**YOUR OBJECTIVE**
Search term "QueryTypes": copy each line of the data containing it.

Dataset entries:
import { DataTypes, Model } from 'sequelize';
import type { CreationOptional, InferAttributes, InferCreationAttributes, Sequelize } from 'sequelize';
import type { PayPlan } from '@driprail/shared/domain/pay/plans/pay-plan';

export class PayPlanRow extends Model<InferAttributes<PayPlanRow>, InferCreationAttributes<PayPlanRow>> {
  declare id: string;
  declare personId: string;
  declare startsOn: string;
  declare plan: PayPlan;
  declare setBy: CreationOptional<string | null>;
  declare setAt: Date;
}

export function initPayPlanRow(sequelize: Sequelize): void {
  PayPlanRow.init(
    {
      id: { type: DataTypes.UUID, primaryKey: true },
      personId: { type: DataTypes.UUID, allowNull: false },
      startsOn: { type: DataTypes.DATEONLY, allowNull: false },
      plan: { type: DataTypes.JSONB, allowNull: false },
      setBy: { type: DataTypes.UUID, allowNull: true },
      setAt: { type: DataTypes.DATE, allowNull: false },
    },
    { sequelize, modelName: 'PayPlanRow', tableName: 'pay_plans', underscored: true, timestamps: false },
  );
}
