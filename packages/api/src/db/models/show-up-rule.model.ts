import { DataTypes, Model } from 'sequelize';
import type { CreationOptional, InferAttributes, InferCreationAttributes, Sequelize } from 'sequelize';
import type { ShowUpPayKind, ShowUpRule } from '@driprail/shared/domain/pay/time-off/show-up-rule';

export class ShowUpRuleRow extends Model<InferAttributes<ShowUpRuleRow>, InferCreationAttributes<ShowUpRuleRow>> {
  declare id: string;
  declare payKind: ShowUpPayKind;
  declare placeId: CreationOptional<string | null>;
  declare startsOn: string;
  declare rule: ShowUpRule;
  declare source: CreationOptional<string>;
  declare setBy: CreationOptional<string | null>;
  declare setAt: Date;
}

export function initShowUpRuleRow(sequelize: Sequelize): void {
  ShowUpRuleRow.init(
    {
      id: { type: DataTypes.UUID, primaryKey: true },
      payKind: { type: DataTypes.TEXT, allowNull: false },
      placeId: { type: DataTypes.UUID, allowNull: true },
      startsOn: { type: DataTypes.DATEONLY, allowNull: false },
      rule: { type: DataTypes.JSONB, allowNull: false },
      source: { type: DataTypes.TEXT },
      setBy: { type: DataTypes.UUID, allowNull: true },
      setAt: { type: DataTypes.DATE, allowNull: false },
    },
    { sequelize, modelName: 'ShowUpRuleRow', tableName: 'show_up_rules', underscored: true, timestamps: false },
  );
}
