import { stringify } from 'csv-stringify/sync';
import type { PayWeekDto } from '@driprail/shared/contracts/pay.contract';
import { exact } from '@driprail/shared/domain/money/exact';
import { centsText, decimalText } from '@driprail/shared/domain/money/rounding';

const columns = [
  'week_start',
  'week_end',
  'state',
  'person',
  'kind',
  'description',
  'date',
  'job',
  'hours',
  'rate',
  'amount',
  'paid_out',
  'rule',
];

/** The week for a payroll processor: a row per person and line (RFC 4180), amounts as plain decimals. */
export function payWeekCsv({ week, people }: PayWeekDto): string {
  const rows = people.flatMap((person) =>
    person.lines.map((line) => [
      week.startsOn,
      week.endsOn,
      week.state,
      harmless(person.name),
      line.kind,
      harmless(line.label),
      line.workedOn ?? '',
      line.jobNumber ?? '',
      line.hours ? decimalText(exact(line.hours), 4) : '',
      line.rate ? decimalText(exact(line.rate), 4) : '',
      centsText(line.amountCents).replace(/,/g, ''),
      line.isPayable ? 'yes' : 'no',
      harmless(line.rule),
    ]),
  );
  return stringify([columns, ...rows], { record_delimiter: 'windows' });
}

/** A spreadsheet must not take a name for a formula. */
function harmless(text: string): string {
  return /^[=+\-@\t\r]/.test(text) ? `'${text}` : text;
}
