import { v7 as uuid } from 'uuid';
import type { PayRulesDto, RateDto } from '@driprail/shared/contracts/pay-rates.contract';
import { audit } from '../../db/audit.ts';
import { PayRate, PayRuleSet } from '../../db/models/index.ts';
import { inTransaction, select } from '../../db/sequelize.ts';
import type { Ctx } from '../../http/context.ts';
import { conflict } from '../../http/errors.ts';
import { hintAfterCommit } from '../../realtime/hints.ts';
import { refuseLockedDay } from './start-dates.ts';
import type { Transaction } from 'sequelize';

/** Dated rates, the newest first; they are never overwritten. */
export function listRates(id: string | null = null, tx?: Transaction): Promise<RateDto[]> {
  return select<RateDto>(
    `SELECT r.id, r.kind, r.person_id AS "personId", p.name AS "personName", r.service_id AS "serviceId", s.name AS "serviceName",
            r.clock_kind AS "clockKind", trim_scale(r.value)::text AS value, r.starts_on AS "startsOn", coalesce(u.name, '') AS "setBy"
       FROM pay_rates r LEFT JOIN people p ON p.id = r.person_id LEFT JOIN services s ON s.id = r.service_id LEFT JOIN users u ON u.id = r.set_by
      WHERE (:id::uuid IS NULL OR r.id = :id::uuid) ORDER BY p.name NULLS FIRST, r.kind, s.name NULLS FIRST, r.starts_on DESC`,
    { id },
    tx,
  );
}

export type RateFields = Pick<RateDto, 'kind' | 'personId' | 'serviceId' | 'clockKind' | 'value' | 'startsOn'>;

/** @throws 409 when a rate starts on that day already, 422 when it would change a locked week */
export function addRate({ actor, now }: Ctx, fields: RateFields): Promise<RateDto> {
  return inTransaction(async (tx) => {
    await refuseLockedDay(fields.startsOn, tx);
    const { kind, personId, serviceId, clockKind, startsOn } = fields;
    if (await PayRate.findOne({ where: { kind, personId, serviceId, clockKind, startsOn }, transaction: tx })) {
      throw conflict('duplicate', 'A rate like this starts on that day already. Choose another day.');
    }
    const rate = await PayRate.create({ id: uuid(), ...fields, setBy: actor.userId }, { transaction: tx });
    await audit(tx, { userId: actor.userId, at: now() }, 'pay_rate', rate.id, 'set', { ...fields });
    hintAfterCommit(tx, ['owners'], 'pay', rate.id);
    const [dto] = await listRates(rate.id, tx);
    if (!dto) throw new Error('the rate was just written');
    return dto;
  });
}

export function listRules(id: string | null = null, tx?: Transaction): Promise<PayRulesDto[]> {
  return select<PayRulesDto>(
    `SELECT r.id, r.starts_on AS "startsOn", r.overtime_rule_set AS "overtimeRuleSet", trim_scale(r.minimum_wage)::text AS "minimumWage",
            r.crew_split AS "crewSplit", r.meal_break_minutes AS "mealBreakMinutes",
            r.punch_rounding_minutes AS "punchRoundingMinutes", r.premium_rounding AS "premiumRounding",
            r.commission_earned AS "commissionEarned", r.tips_go_to AS "tipsGoTo", trim_scale(r.tip_card_fee_percent)::text AS "tipCardFeePercent", r.workweek_starts_on AS "workweekStartsOn",
            r.workweek_starts_at AS "workweekStartsAt", coalesce(u.name, '') AS "setBy"
       FROM pay_rules r LEFT JOIN users u ON u.id = r.set_by WHERE (:id::uuid IS NULL OR r.id = :id::uuid) ORDER BY r.starts_on DESC`,
    { id },
    tx,
  );
}

export function addRules({ actor, now }: Ctx, fields: Omit<PayRulesDto, 'id' | 'setBy'>): Promise<PayRulesDto> {
  return inTransaction(async (tx) => {
    await refuseLockedDay(fields.startsOn, tx);
    if (await PayRuleSet.findOne({ where: { startsOn: fields.startsOn }, transaction: tx })) {
      throw conflict('duplicate', 'Rules start on that day already. Choose another day.');
    }
    const rules = await PayRuleSet.create({ id: uuid(), ...fields, setBy: actor.userId }, { transaction: tx });
    await audit(tx, { userId: actor.userId, at: now() }, 'pay_rules', rules.id, 'set', { ...fields });
    hintAfterCommit(tx, ['owners'], 'pay', rules.id);
    const [dto] = await listRules(rules.id, tx);
    if (!dto) throw new Error('the rules were just written');
    return dto;
  });
}
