import type TestAgent from 'supertest/lib/agent.js';
import { beforeAll, expect, test } from 'vitest';
import { QueryTypes, Sequelize } from 'sequelize';
import type { PayWeekDto, StatementDto } from '@driprail/shared/contracts/pay.contract';
import { select } from '../../db/sequelize.ts';
import { useApp } from '../../testing/app.ts';
import { aCompany, first } from '../../testing/company.ts';
import type { TestCompany } from '../../testing/company.ts';
import { aDoneJob, payWeeks } from '../../testing/pay-weeks.ts';
import { verifyWeeks } from './verify.ts';

const app = useApp();
let company: TestCompany;
let owner: TestAgent;
beforeAll(async () => {
  company = await aCompany(app);
  owner = await company.owner();
});

const read = (day: string) => payWeeks(owner).read(day);

/** What only somebody with the right to switch triggers off could do to a locked week. */
async function tamper(sql: string): Promise<void> {
  const sequelize = new Sequelize(process.env['DATABASE_MIGRATION_URL'] ?? '', { logging: false, pool: { max: 1 } });
  await sequelize.query(
    `ALTER TABLE pay_lines DISABLE TRIGGER USER; ${sql}; ALTER TABLE pay_lines ENABLE TRIGGER USER`,
    {
      type: QueryTypes.RAW,
    },
  );
  await sequelize.close();
}

test('looking at a week, a list of weeks or a statement writes no row', async () => {
  const { week } = await read('2026-03-04');
  expect(week).toMatchObject({ id: null, startsOn: '2026-03-02', state: 'draft', version: 0 });
  const { weeks } = (await owner.get('/api/pay/weeks').expect(200)).body as { weeks: PayWeekDto['week'][] };
  expect(weeks.map((known) => [known.id, known.startsOn])).toEqual([[null, '2026-05-11']]);
  await owner.get(`/api/pay/statements/2026-03-02/${company.people.sefa.id}`).expect(404);
  await owner.get('/api/pay/weeks/2026-03-02/export.csv').expect(200);
  expect(await select('SELECT 1 FROM pay_weeks')).toEqual([]);
});

test('a locked week names customers by job number, is worked out again to the byte, and tampering is found', async () => {
  const percent = { kind: 'commission_percent', personId: null, serviceId: null, clockKind: null, value: '6' };
  await owner
    .post('/api/pay/rates')
    .send({ ...percent, startsOn: '2026-01-01' })
    .expect(200);
  const { job } = await aDoneJob(app, company, owner);
  const sefa = await company.sefa();
  app.time.now = '2026-05-18T12:00:00Z';
  await payWeeks(owner).lock('2026-05-11');
  const locked = await read('2026-05-11');
  const commission = first(first(locked.people).lines.filter((line) => line.kind === 'commission'));
  expect([commission.label, commission.jobNumber]).toEqual(['Wash and wax', job.number]);
  expect(locked.customers).toEqual({ [job.id]: 'Nakagawa' });
  const [kept] = await select<{ text: string }>(
    `SELECT (SELECT string_agg(snapshot::text, '') FROM pay_weeks) || (SELECT string_agg(line::text, '') FROM pay_lines)
         || (SELECT string_agg(summary::text, '') FROM pay_statements) AS text`,
  );
  expect(kept?.text).toContain(`Job ${job.number}`);
  expect(kept?.text).not.toContain('Nakagawa');
  const statement = await sefa.get(`/api/pay/statements/2026-05-11/${company.people.sefa.id}`).expect(200);
  expect((statement.body as StatementDto).customers).toEqual({ [job.id]: 'Nakagawa' });

  expect(await verifyWeeks()).toEqual({ verified: 1, complaints: [] });
  await tamper(`UPDATE pay_lines SET amount_cents = amount_cents + 1 WHERE key LIKE 'commission:%'`);
  const { verified, complaints } = await verifyWeeks();
  expect(verified).toBe(0);
  expect(complaints).toHaveLength(1);
  expect(complaints[0]).toContain(`Week 2026-05-11, person ${company.people.sefa.id}, commission:`);
});
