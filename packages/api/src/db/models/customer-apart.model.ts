import { DataTypes, Model } from 'sequelize';
import type { InferAttributes, InferCreationAttributes, Sequelize } from 'sequelize';

/** Two records that somebody looked at and found to be two customers; the smaller id first. */
export class CustomerApart extends Model<InferAttributes<CustomerApart>, InferCreationAttributes<CustomerApart>> {
  declare customerId: string;
  declare otherId: string;
  declare userId: string;
  declare at: Date;
}

export function initCustomerApart(sequelize: Sequelize): void {
  CustomerApart.init(
    {
      customerId: { type: DataTypes.UUID, primaryKey: true },
      otherId: { type: DataTypes.UUID, primaryKey: true },
      userId: { type: DataTypes.UUID, allowNull: false },
      at: { type: DataTypes.DATE, allowNull: false },
    },
    { sequelize, modelName: 'CustomerApart', tableName: 'customers_apart', underscored: true, timestamps: false },
  );
}
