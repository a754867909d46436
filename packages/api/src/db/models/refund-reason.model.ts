import { DataTypes, Model } from 'sequelize';
import type { CreationOptional, InferAttributes, InferCreationAttributes, Sequelize } from 'sequelize';

export class RefundReason extends Model<InferAttributes<RefundReason>, InferCreationAttributes<RefundReason>> {
  declare id: string;
  declare name: string;
  declare lowersCommission: boolean;
  declare startsOn: string;
  declare setBy: CreationOptional<string | null>;
  declare setAt: Date;
}

export function initRefundReason(sequelize: Sequelize): void {
  RefundReason.init(
    {
      id: { type: DataTypes.UUID, primaryKey: true },
      name: { type: DataTypes.TEXT, allowNull: false },
      lowersCommission: { type: DataTypes.BOOLEAN, allowNull: false },
      startsOn: { type: DataTypes.DATEONLY, allowNull: false },
      setBy: { type: DataTypes.UUID, allowNull: true },
      setAt: { type: DataTypes.DATE, allowNull: false },
    },
    { sequelize, modelName: 'RefundReason', tableName: 'refund_reasons', underscored: true, timestamps: false },
  );
}
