import { createRequire as requireFrom } from 'node:module';
import PDFDocument from 'pdfkit';
import type { StatementDto, YearToDate } from '@driprail/shared/contracts/pay.contract';
import type { PayLine } from '@driprail/shared/domain/pay/pay-week.types';
import { exact } from '@driprail/shared/domain/money/exact';
import { centsText, decimalText } from '@driprail/shared/domain/money/rounding';
import { formatDate, formatDay } from '@driprail/shared/domain/time/format';
import { timeOffKindNames } from '@driprail/shared/domain/pay/time-off/time-off-rule';
import { dayOf } from '@driprail/shared/domain/time/zone';

// One weight only ships for paper: rank is by size and by rules.
const FONT = requireFrom(import.meta.url).resolve('@fontsource/roboto-flex/files/roboto-flex-latin-400-normal.woff');
const PAGE = { left: 54, right: 558, top: 54, bottom: 738 };
const COLUMNS = { date: 54, job: 108, label: 156, working: 330, amount: 558 };

type Document = InstanceType<typeof PDFDocument>;

/** A pay statement on Letter paper, fonts embedded: every line with its job, totals double-ruled, page x of y. */
export function statementPdf(
  { week, person, companyName, customers, yearToDate, timeOff }: StatementDto,
  zone: string,
): Promise<Buffer> {
  const doc = new PDFDocument({
    size: 'LETTER',
    margin: 54,
    bufferPages: true,
    font: FONT,
    info: { Title: `Pay statement, week ${week.number}, ${person.name}`, Author: companyName },
  });
  const done = collected(doc);
  head(doc, companyName, person.name, stateWords(week, zone));
  text(
    doc,
    9,
    `Week ${week.number}, ${formatDay(week.startsOn)} to ${formatDate(week.endsOn)}. ${decimalText(exact(person.hoursWorked), 2)} h worked, ${decimalText(exact(person.overtimeHours), 2)} h over the limit.`,
  );
  hoursRow(doc, person.hoursByDay);
  for (const [group, lines] of groupsOf(person.lines)) {
    section(
      doc,
      group,
      lines.reduce((sum, line) => sum + (line.isPayable ? line.amountCents : 0), 0),
    );
    for (const line of lines) row(doc, line, line.jobId ? (customers[line.jobId] ?? '') : '');
  }
  total(doc, person.totals.gross);
  text(doc, 9, yearWords(yearToDate));
  if (timeOff.length > 0) text(doc, 9, timeOffWords(timeOff, week.state === 'locked'));
  text(
    doc,
    8,
    'Gross pay before any tax withholding, which a licensed payroll processor works out. Ask about any line: each has its working on screen.',
  );
  pageNumbers(doc);
  doc.end();
  return done;
}

function yearWords({ year, weeks, hours, grossCents, tipCents, overtimePremiumCents }: YearToDate): string {
  const span = weeks === 1 ? '1 week' : `${weeks} weeks`;
  return `${year} to date, ${span}: gross ${centsText(grossCents)}, ${decimalText(exact(hours), 2)} h, overtime premium ${centsText(overtimePremiumCents)}, tips in the gross ${centsText(tipCents)}.`;
}

/** "Sick: earned 1.33 h, taken 8.00 h, balance 12.00 h." by kind. */
function timeOffWords(rows: StatementDto['timeOff'], isLocked: boolean): string {
  const words = rows.map(({ kind, earned, taken, adjusted, lost, balance }) => {
    const parts = [
      ['earned', earned],
      ['taken', taken],
      ['changed by the owner', adjusted],
      ['not kept', lost],
      ['balance', balance],
    ] as const;
    const said = parts.filter(([name, hours]) => name === 'balance' || !exact(hours).equals(0));
    return `${timeOffKindNames[kind]}: ${said.map(([name, hours]) => `${name} ${decimalText(exact(hours), 2)} h`).join(', ')}`;
  });
  return `Paid time off${isLocked ? '' : ', expected until the week is locked'}. ${words.join('. ')}.`;
}

function collected(doc: Document): Promise<Buffer> {
  const parts: Buffer[] = [];
  return new Promise((resolve, reject) => {
    doc.on('data', (part: Buffer) => parts.push(part));
    doc.on('end', () => resolve(Buffer.concat(parts)));
    doc.on('error', reject);
  });
}

function stateWords(week: StatementDto['week'], zone: string): string {
  if (week.state !== 'locked' || !week.lockedAt) return 'Draft';
  return `Locked ${formatDate(dayOf(week.lockedAt, zone))}`;
}

function head(doc: Document, companyName: string, name: string, state: string): void {
  doc.fontSize(9).text(companyName, PAGE.left, PAGE.top).text(state, PAGE.left, PAGE.top, { align: 'right' });
  doc.fontSize(30).text(name, PAGE.left, PAGE.top + 18);
  rule(doc, doc.y + 4, 1);
  doc.y += 12;
}

function text(doc: Document, size: number, words: string): void {
  doc.fontSize(size).text(words, PAGE.left, doc.y, { width: PAGE.right - PAGE.left });
  doc.y += 6;
}

function hoursRow(doc: Document, hoursByDay: Record<string, string>): void {
  const days = Object.entries(hoursByDay).sort(([a], [b]) => a.localeCompare(b));
  const width = (PAGE.right - PAGE.left) / 7;
  const top = doc.y;
  days.forEach(([day, hours], index) => {
    doc.fontSize(8).text(formatDay(day), PAGE.left + index * width, top, { width, lineBreak: false });
    doc
      .fontSize(11)
      .text(`${decimalText(exact(hours), 2)} h`, PAGE.left + index * width, top + 11, { width, lineBreak: false });
  });
  doc.y = top + 30;
}

const groupNames: Partial<Record<PayLine['kind'], string>> = {
  hourly: 'Hours',
  overtime_premium: 'Hours',
  minimum_wage_make_up: 'Hours',
  show_up_pay: 'Hours',
  flat: 'Flat',
  no_show_trip: 'Flat',
  commission: 'Commission',
  tip: 'Tips',
  tip_already_received: 'Tips',
  correction: 'Corrections of earlier weeks',
};

function groupsOf(lines: PayLine[]): Map<string, PayLine[]> {
  const groups = new Map<string, PayLine[]>();
  for (const line of lines) {
    const name = groupNames[line.kind] ?? 'Further lines';
    groups.set(name, [...(groups.get(name) ?? []), line]);
  }
  return groups;
}

function section(doc: Document, name: string, cents: number): void {
  room(doc, 40);
  const y = doc.y + 8;
  doc.fontSize(12).text(name, PAGE.left, y, { lineBreak: false });
  money(doc, 12, cents, y);
  rule(doc, y + 17, 0.5);
  doc.y = y + 22;
}

function row(doc: Document, line: PayLine, customer: string): void {
  room(doc, 16);
  const y = doc.y;
  const label = [line.label, customer].filter(Boolean).join(', ');
  doc.fontSize(9);
  doc.text(line.workedOn ? formatDay(line.workedOn).slice(4) : '', COLUMNS.date, y, { width: 52, lineBreak: false });
  doc.text(line.jobNumber ? String(line.jobNumber) : '', COLUMNS.job, y, { width: 46, lineBreak: false });
  doc.text(label, COLUMNS.label, y, { width: COLUMNS.working - COLUMNS.label - 8 });
  const bottom = doc.y;
  doc.text(line.isPayable ? (line.working.at(-1)?.arithmetic ?? '') : 'already received', COLUMNS.working, y, {
    width: 160,
  });
  money(doc, 9, line.amountCents, y, !line.isPayable);
  doc.y = Math.max(bottom, doc.y, y + 12) + 3;
}

function money(doc: Document, size: number, cents: number, y: number, isShownOnly = false): void {
  const words = isShownOnly ? `(${centsText(cents)})` : centsText(cents);
  doc.fontSize(size).text(words, COLUMNS.amount - 110, y, { width: 110, align: 'right', lineBreak: false });
}

function total(doc: Document, cents: number): void {
  room(doc, 60);
  const y = doc.y + 10;
  rule(doc, y, 1);
  doc.fontSize(14).text('Gross', PAGE.left, y + 6, { lineBreak: false });
  money(doc, 14, cents, y + 6);
  rule(doc, y + 26, 1);
  rule(doc, y + 29, 1);
  doc.y = y + 42;
}

/** A new page where the next rows would not fit. */
function room(doc: Document, height: number): void {
  if (doc.y + height > PAGE.bottom) {
    doc.addPage();
    doc.y = PAGE.top;
  }
}

function rule(doc: Document, y: number, width: number): void {
  doc.moveTo(PAGE.left, y).lineTo(PAGE.right, y).lineWidth(width).stroke();
}

function pageNumbers(doc: Document): void {
  const { start, count } = doc.bufferedPageRange();
  for (let page = start; page < start + count; page += 1) {
    doc.switchToPage(page);
    // Below the margin pdfkit would begin another page.
    doc.page.margins.bottom = 0;
    doc.fontSize(8).text(`Page ${page - start + 1} of ${count}`, PAGE.left, 756, {
      width: PAGE.right - PAGE.left,
      align: 'right',
      lineBreak: false,
    });
  }
}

**EXERCISE ANSWER**
import { QueryTypes, Sequelize } from 'sequelize';
      type: QueryTypes.RAW,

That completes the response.